Pause and look at your culture. If the company starts to feel and look as if it has either moved away from its core culture or that the employees are confused by it, that is a sure sign that it is time to slow down and reassess. Growth is great but growing without an aligned culture will hurt more than not hiring enough people. Get ahead of your culture before it gets ahead of you. – Brooks E. Scott, Merging Path Coaching

2. You Don’t Have Scalable Processes

A lack of process is a good sign that the company has outgrown its current cycle. If the processes are the same as those for a small business, and not for a scaling business, this is normally a good sign of this problem. – Andrew Constable, Visualise Solutions

3. Your Quality Standards Aren’t Being Met

One way to tell if your company is growing too quickly is to continually assess the quality of service through customer feedback. If established quality standards are not where you expect them to be, that is an indicator that you need to address. – Brent McHugh, Christar International

4. Senior Hires Don’t Know How to Be Successful

The first marker that your company is growing too quickly is when your experienced hires aren’t clear on how to be successful and don’t know what their decision rights and success metrics are. If you have employees wondering, “How do I succeed here? I’m not feeling successful,” then you’re moving too fast and not taking the time needed to clearly define roles and integrate new hires. – Andrew Blum, The Trium Group

5. Your Resources Are Stretched Too Thin

You may be growing too quickly if you’re stretching your resources (cash, people, service and quality) beyond your normal standards of excellence. Sometimes it’s better to slow down, assess your situation and ensure that you are giving a first-class service to clients while upgrading for the long-term. – Jay McDonald, Middleton McDonald Group, Inc.
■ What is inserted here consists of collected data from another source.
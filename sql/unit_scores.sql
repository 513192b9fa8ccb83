-- unit_scores: cluster scores for clusters made of whole units, in one pass over a chunk.
-- A unit's score at b is sum_t a_it u_it, with a = z - Gamma_t (the period effects'
-- projection, zero without them) and u the residual; under within the unit mean of u is
-- taken out, which gives sum a e - (sum a)(sum e)/n for e = y - x'b - gamma_t.
-- inputs:  {{used}}        used rows;
--          {{adjusted}}    a_j and e per row (see sqlbuild.adjusted_columns);
--          {{period_join}} nothing, or the join to the period effects' values;
--          {{pick}}        the cluster key carried per unit (k_unit, or min(k_c0));
--          {{sum_e}}, {{unit_sums}}  sum(e); sum(a_j * e) AS ae_j, sum(a_j) AS sa_j (fsum on
--                        one multi-threaded query);
--          {{scores}}      the unit's score e_j from its sums;
--          {{keep}}        which units are in the fit (within: n > 1; a singleton unit is left out,
--                          and so is not counted as a cluster);
--          {{final}}       the outer sums over units (unit clusters) or per-cluster sums.
-- params:  $s_j shifts, $b_j coefficients, period values and effects.
-- output:  one row (n_groups, o_j_l), or one row per cluster (g, e_j).
WITH used AS ({{used}}),
adjusted AS (SELECT r.k_unit, {{adjusted}} FROM used AS r {{period_join}}),
per_unit AS (SELECT {{pick}} AS g, count(*) AS n, {{sum_e}} AS se, {{unit_sums}} FROM adjusted GROUP BY k_unit),
scores AS (SELECT g, {{scores}} FROM per_unit WHERE {{keep}})
{{final}}
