-- checkup_shifts: a shift per numeric column, the mean of the source's first rows, which the
-- scans subtract so that their sums of squares accumulate values near zero.
-- inputs:  {{source}}  the filtered source (a subquery);
--          {{means}}   per numeric column j: favg(CAST(column AS DOUBLE)) AS c_j.
-- params:  $probe_rows  how many first rows to read.
-- output:  one row: c_j per numeric column (NULL when the first rows hold no value).
SELECT {{means}}
FROM (SELECT * FROM {{source}} AS src LIMIT $probe_rows) AS head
6. You Don’t Have Systems to Manage and Support Growth

It’s less a question of whether or not you are growing too quickly and more a question of, “Do we have the systems set up to manage and support our growth?” Businesses make the mistake of thinking they can wait to build systems until they need them. By the time you need the systems, it’s too late to build them! So, check your systems and ask yourself, “What will break if we grow?” – Debra Russell, Debra Russell Coaching, LLC.

7. Employees Have Lost Sight of Your Culture

Does your company emphasize company culture? If so, when rapid growth keeps you from “touching” every employee on a regular basis, they may lose sight of it. Invest time in creating cultural ambassadors. Develop their passion for the culture and charge them with carrying the culture banner throughout the company. That way, employees will be reminded to walk the company culture talk. – Ron Young, Trove, Inc.
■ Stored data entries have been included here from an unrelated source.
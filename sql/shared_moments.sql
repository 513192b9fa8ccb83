-- shared_moments: one scan serving the cross-product requests of many models on one source
-- (fit_many): per unit, then summed over units, the count, sums and products of each
-- sample's columns, the within form of the products, row counts and period bounds.
-- inputs:  {{rows}}       design or differenced rows over the union of the models' columns;
--          {{flags}}      per sample s: its columns all finite AS m_s, and the row in the sample
--                         (finite and, for differences, a consecutive pair) AS f_s;
--          {{unit_sums}}  per unit: row counts, period bounds, and per sample n_s, sums, products
--                         (FILTER f_s), missing rows, and distinct cluster values for nesting checks;
--          {{totals}}     sums over units: per sample units, rows, singletons, the sums, products and
--                         within products p - s s'/n (units with n > 1), missing rows, period bounds.
-- params:  $s_j shifts (through {{rows}}).
-- output:  one row.
WITH flagged AS (SELECT *, {{flags}} FROM ({{rows}}) AS r),
units AS (SELECT k_unit, {{unit_sums}} FROM flagged GROUP BY k_unit)
SELECT {{totals}}
FROM units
8. You’re Taking on Business You Can’t Handle

As a business owner, I have learned not to take on business that we can’t handle. It’s not good for business when you overload your employees and make promises to clients that are impossible to complete. It’s very hard to turn business away; however, proper planning and staffing are key to accommodating growth. – Barbara Adams, CareerPro Global, Inc.
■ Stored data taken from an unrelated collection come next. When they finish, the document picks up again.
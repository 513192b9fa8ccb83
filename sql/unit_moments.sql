-- unit_moments: per-unit count, sums and sums of products of the design columns.
-- inputs:  {{rows}}       used rows (design or differenced rows that pass the validity test);
--          {{aggregates}} count(*) AS n, sum(z_j) AS s_j, sum(z_j * z_l) AS p_j_l (fsum on a
--                         query that runs on several threads).
-- params:  those of {{rows}}.
-- output:  one row per unit: k_unit, the aggregates, and its first and last period t_lo, t_hi.
SELECT k_unit, {{aggregates}}
FROM {{rows}} AS r
GROUP BY k_unit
9. You’re Not Fulfilling Promises to Customers

Customer promises going unfulfilled is a sign of too-rapid growth. More clarity and structure are needed to balance the entrepreneurial spirit with systems and routines. Vision, values, organizational structure, metrics, meeting routines and agendas—all these components, when well-defined and well-practiced, help support rapid growth, jumpstart accountability and provide focus and clarity to a growing team. – Sheryl Lyons, Culture Spark LLC

10. Team Morale Is Low

Morale is elevated when employees feel that the company has their back or is investing in them. Invest in team coaching. Surfacing the good, the bad and the ugly on the team allows a team to heal, grow, bond and perform at its best. Give your people the opportunity to live and lead at their best by helping them grow as a team. – David Taylor-Klaus, DTK Coaching, LLC

11. The Wheels Are Coming Off the Bus

Fast-growing companies are so exciting to work for until the proverbial wheels come off the bus. This likely will happen when you reach 20, 30 or 40 people. Here are indicators that you are growing too fast: People are quitting, gossiping, feeling frustrated or bitter, working nine-plus hours a day, being unusually reticent in meetings and not getting tasks completed in time. – Natasha Ganem, Lion Leadership

12. You See a Downturn in Innovation

When you see a downturn in innovative ideas, that could be a sign that your staff is too busy trying to keep up with the frantic pace to be creative. Because innovation only comes when we allow our brain’s task-positive network to breathe, too much work will stifle a promising idea every time. If creativity has dried up, it’s time to develop a better support system for your growth. – Erin Urban, UPPSolutions, LLC

13. You Have a False Sense of Complacency and Ego

When speed accelerates, skill and scale are at risk. You should look out for a false sense of complacency and ego and an overestimation of your own capabilities as potential “yellow lights” in your growth journey, signaling that you need to slow down. Feedback is the breakfast of champions: Gaining feedback will help you address the blind spots in your growth journey. – Venkataraman Subramanyan, Tripura Multinational

14. There’s A Proliferation of Subpar Middle Management

One thing we see in our work with growth companies is the proliferation of subpar middle management. As growth progresses, there is often a race to hire. This is understandable; however, almost without fail, we see subjective decisions to “fill the gap” overtake wise hiring decisions. This trade-off can eventually cost the company millions in the over hiring or rehiring of bad managers. – Henryk Krajewski, Worxera, Inc.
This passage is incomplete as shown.